Musk’s initially cringe-inducing breakup with President Donald Trump is mostly in the rearview, and many veteran Democrats remain wary of the heavy-spending billionaire.

“A man that rich can do a lot of things,” Senate Democratic Whip Dick Durbin (D-IL) told Raw Story at the Capitol recently. “He can also fake a lot of things, so I’m not sure how serious he is.”

Musk may no longer lead the Department of Government Efficiency — or DOGE — but he’s still a Washington player. And with next year’s midterm elections looming, members of both parties are trying to simultaneously avoid and court him.

‘I wouldn’t say he's turning on us’

Musk and Trump formally parted ways at the end of May, but just a few days later things got awkward as they took to their social media companies to digitally pummel each other.

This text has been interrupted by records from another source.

package sparse

import (
	"math"
	"math/cmplx"
)

// conditionSteps bounds the search for the vector that the inverse enlarges most; it hardly ever takes more than three.
const conditionSteps = 5

// Condition estimates the condition number |A| |A^-1| in the norm of the largest column sum, of the matrix of values that the factors were computed for. It is never above the true
// one but for rounding, and hardly ever below a third of it (Hager, Condition estimates, SIAM J. Sci. Stat. Comput. 5, 1984, 311-316; Higham, FORTRAN codes for
// estimating the one-norm of a real or complex matrix, ACM Trans. Math. Softw. 14, 1988, 381-396, algorithms 4.1 and 5.1). It costs up to ten solutions. Of a matrix
// of order 0 it is 0.
func (f *LU[T]) Condition(values []T) float64 {
	return norm(f.a.pattern, values) * norm1(f.enlarged())
}

// norm1 is the sum of the magnitudes.
func norm1[T Scalar](x []T) float64 {
	sum := 0.0
	for _, v := range x {
		sum += modulus(v)
	}
	return sum
}

// enlarged returns A^-1 x for a vector x whose magnitudes sum to 1 and which A^-1 enlarges as much as the search finds.
func (f *LU[T]) enlarged() []T {
	n := f.a.pattern.n
	x, best := make([]T, n), make([]T, n)
	for i := range x {
		x[i] = fromFloat[T](1 / float64(n))
	}
	f.Solve(x)
	copy(best, x)
	last := -1
	for range conditionSteps {
		for i, v := range x {
			x[i] = conjugate(phase(v))
		}
		f.SolveTranspose(x)
		j := furthest(x)
		if j == last {
			break
		}
		last = j
		clear(x)
		x[j] = fromFloat[T](1)
		f.Solve(x)
		if !(norm1(x) > norm1(best)) {
			break
		}
		copy(best, x)
	}
	if x = f.alternating(); norm1(x) > norm1(best) {
		return x
	}
	return best
}

// alternating returns A^-1 x for a vector of alternating signs, which catches matrices made to deceive the search.
func (f *LU[T]) alternating() []T {
	n := f.a.pattern.n
	x, sum := make([]T, n), 0.0
	for i := range x {
		v := 1 + float64(i)/math.Max(1, float64(n-1))
		sum += v
		if i%2 == 1 {
			v = -v
		}
		x[i] = fromFloat[T](v)
	}
	for i := range x {
		x[i] /= fromFloat[T](sum)
	}
	f.Solve(x)
	return x
}

// furthest returns the index of the largest magnitude.
func furthest[T Scalar](x []T) int {
	at, largest := 0, -1.0
	for i, v := range x {
		if m := modulus(v); m > largest {
			at, largest = i, m
		}
	}
	return at
}

// norm is the largest sum of magnitudes in a column; of entries at the same place it takes the sum.
func norm[T Scalar](p *Pattern, values []T) float64 {
	largest := 0.0
	for j := range p.n {
		sum := 0.0
		for e := p.colStart[j]; e < p.colStart[j+1]; {
			v, row := values[p.entry[e]], p.row[e]
			for e++; e < p.colStart[j+1] && p.row[e] == row; e++ {
				v += values[p.entry[e]]
			}
			sum += modulus(v)
		}
		largest = math.Max(largest, sum)
	}
	return largest
}

// modulus is |x|.
func modulus[T Scalar](x T) float64 {
	switch v := any(x).(type) {
	case float64:
		return math.Abs(v)
	case complex128:
		return cmplx.Abs(v)
	}
	return math.NaN()
}

// phase is x/|x|, 1 for 0.
func phase[T Scalar](x T) T {
	if m := modulus(x); m > 0 {
		return x / fromFloat[T](m)
	}
	return fromFloat[T](1)
}

func conjugate[T Scalar](x T) T {
	if v, ok := any(x).(complex128); ok {
		return any(cmplx.Conj(v)).(T)
	}
	return x
}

After Musk lambasted Trump’s signature tax cut and tough-on-migrants spending bill, Trump complained of being "disappointed" in his former wingman.

Musk then dropped what he called the "really big bomb" — and accused the president of being “in the Epstein files.”

Republicans in Congress struggled to make sense of the fight between their leader that some call “Daddy,” and the sugar daddy who dropped upwards of $290 million on the 2024 election.

This summer, the Musk-aligned Building America’s Future PAC doled out more than $1 million promoting Trump’s agenda, including his signature “One Big Beautiful Bill” — which perplexed many political watchers, as at the same time Musk repeatedly used social media to rip a bill he labeled a “disgusting abomination.”

“Shame on those who voted for it: you know you did wrong,” Musk posted in early June. “You know it.”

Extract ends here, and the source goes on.